# Work task:
What is the number of lines in the data below that contain "QuotaEntry"? Answer with that number and no other words.

# Input data:
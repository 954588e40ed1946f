import { z } from 'zod';
import { endpoint, everyone, submitters } from '../endpoint.ts';
import { submissionStates, workerStates } from '../states.ts';
import { Expected, Id, Instant, Person, When } from './common.ts';

export const Progress = z.object({ done: z.int(), total: z.int(), running: z.int(), failed: z.int() });

export const Submission = z.object({
  id: Id,
  kind: z.enum(['sweep', 'job', 're-run']),
  title: z.string(),
  model: z.string(),
  owner: Person,
  mine: z.boolean(),
  state: z.enum(submissionStates),
  when: When,
  priority: z.int(),
  sweepId: Id.nullable(),
  jobHash: z.string().nullable(),
  /** Points (of a sweep) or slices (of a single job). */
  unit: z.enum(['jobs', 'slices']),
  progress: Progress,
  estimatedMs: z.number(),
  reservedMs: z.number(),
  usedMs: z.number(),
  createdAt: Instant,
  startedAt: Instant.nullable(),
  finishedAt: Instant.nullable(),
  expectedEnd: Expected.nullable(),
  /** 'Why has it not started?' as a sentence; empty once it runs. */
  why: z.string(),
});
export type Submission = z.infer<typeof Submission>;

export const NightBar = z.object({
  submissionId: Id.nullable(),
  /** Only on one's own bars. */
  title: z.string().nullable(),
  state: z.enum(['done', 'estimated', 'waiting']),
  from: Instant,
  to: Instant,
  slots: z.number(),
});
export const Night = z.object({
  from: Instant,
  to: Instant,
  now: Instant,
  timeZone: z.string(),
  window: z.object({ from: Instant, to: Instant, open: z.boolean() }),
  lanes: z.array(
    z.object({ label: z.string(), name: z.string().nullable(), mine: z.boolean(), bars: z.array(NightBar) }),
  ),
  myEnd: Expected.nullable(),
  slots: z.object({ total: z.int(), busy: z.int() }),
});
export type Night = z.infer<typeof Night>;

export const Quota = z.object({
  weekStart: Instant,
  weekEnd: Instant,
  grantedMs: z.number(),
  reservedMs: z.number(),
  usedMs: z.number(),
  maxSlots: z.int(),
  /** Use over the week so far, for the level line. */
  line: z.array(z.object({ at: Instant, usedMs: z.number() })),
});
export type Quota = z.infer<typeof Quota>;

export const QuotaEntry = z.object({
  id: z.int(),
  at: Instant,
  kind: z.enum(['grant', 'reserve', 'settle', 'release', 'adjust']),
  ms: z.number(),
  reason: z.string(),
  submissionId: Id.nullable(),
});

export const Worker = z.object({
  id: z.string(),
  host: z.string(),
  slots: z.int(),
  busy: z.int(),
  state: z.enum(workerStates),
  heartbeatAt: Instant,
  startedAt: Instant,
  speedFactor: z.number(),
});

export const LastNight = z.object({
  from: Instant,
  to: Instant,
  sweeps: z.int(),
  finished: z.int(),
  failed: z.int(),
  usedMs: z.number(),
  returnedMs: z.number(),
  largestResidualEv: z.number().nullable(),
  checksHeld: z.int(),
  checksMade: z.int(),
  failures: z.array(z.object({ code: z.string(), text: z.string(), points: z.int(), sweepId: Id.nullable() })),
  rows: z.array(
    z.object({
      sweepId: Id.nullable(),
      jobHash: z.string().nullable(),
      title: z.string(),
      model: z.string(),
      finished: z.int(),
      failed: z.int(),
      total: z.int(),
    }),
  ),
});
export type LastNight = z.infer<typeof LastNight>;

const bySubmission = {
  params: z.object({ id: Id }),
  response: Submission,
  scope: 'submit' as const,
  access: submitters,
};
export const queueEndpoints = {
  getNight: endpoint({
    id: 'getNight',
    method: 'get',
    path: '/queue/night',
    summary: 'The night strip: who runs what between dusk and dawn',
    access: everyone,
    scope: 'read',
    response: Night,
  }),
  getLastNight: endpoint({
    id: 'getLastNight',
    method: 'get',
    path: '/queue/last-night',
    summary: 'What the last night did with one’s own work',
    access: everyone,
    scope: 'read',
    response: LastNight,
  }),
  listSubmissions: endpoint({
    id: 'listSubmissions',
    method: 'get',
    path: '/submissions',
    summary: 'Running and waiting work, one’s own first',
    access: everyone,
    scope: 'read',
    query: z.object({ open: z.enum(['true', 'false']).default('true') }),
    response: z.object({ rows: z.array(Submission) }),
  }),
  getSubmission: endpoint({
    id: 'getSubmission',
    method: 'get',
    path: '/submissions/:id',
    summary: 'One submission, and why it has not started',
    access: everyone,
    scope: 'read',
    params: z.object({ id: Id }),
    response: Submission,
  }),
  pauseSubmission: endpoint({
    id: 'pauseSubmission',
    method: 'post',
    path: '/submissions/:id/pause',
    summary: 'Start nothing more of it',
    ...bySubmission,
  }),
  resumeSubmission: endpoint({
    id: 'resumeSubmission',
    method: 'post',
    path: '/submissions/:id/resume',
    summary: 'Go on',
    ...bySubmission,
  }),
  cancelSubmission: endpoint({
    id: 'cancelSubmission',
    method: 'post',
    path: '/submissions/:id/cancel',
    summary: 'Stop it; what is finished is kept',
    ...bySubmission,
  }),
  getQuota: endpoint({
    id: 'getQuota',
    method: 'get',
    path: '/quotas/mine',
    summary: 'This week’s quota',
    access: everyone,
    scope: 'read',
    response: Quota,
  }),
  listQuotaEntries: endpoint({
    id: 'listQuotaEntries',
    method: 'get',
    path: '/quotas/mine/entries',
    summary: 'The ledger of one’s own quota',
    access: everyone,
    scope: 'read',
    response: z.object({ rows: z.array(QuotaEntry) }),
  }),
  listWorkers: endpoint({
    id: 'listWorkers',
    method: 'get',
    path: '/workers',
    summary: 'Worker processes',
    access: everyone,
    scope: 'read',
    response: z.object({ rows: z.array(Worker) }),
  }),
} as const;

# Finished task:
2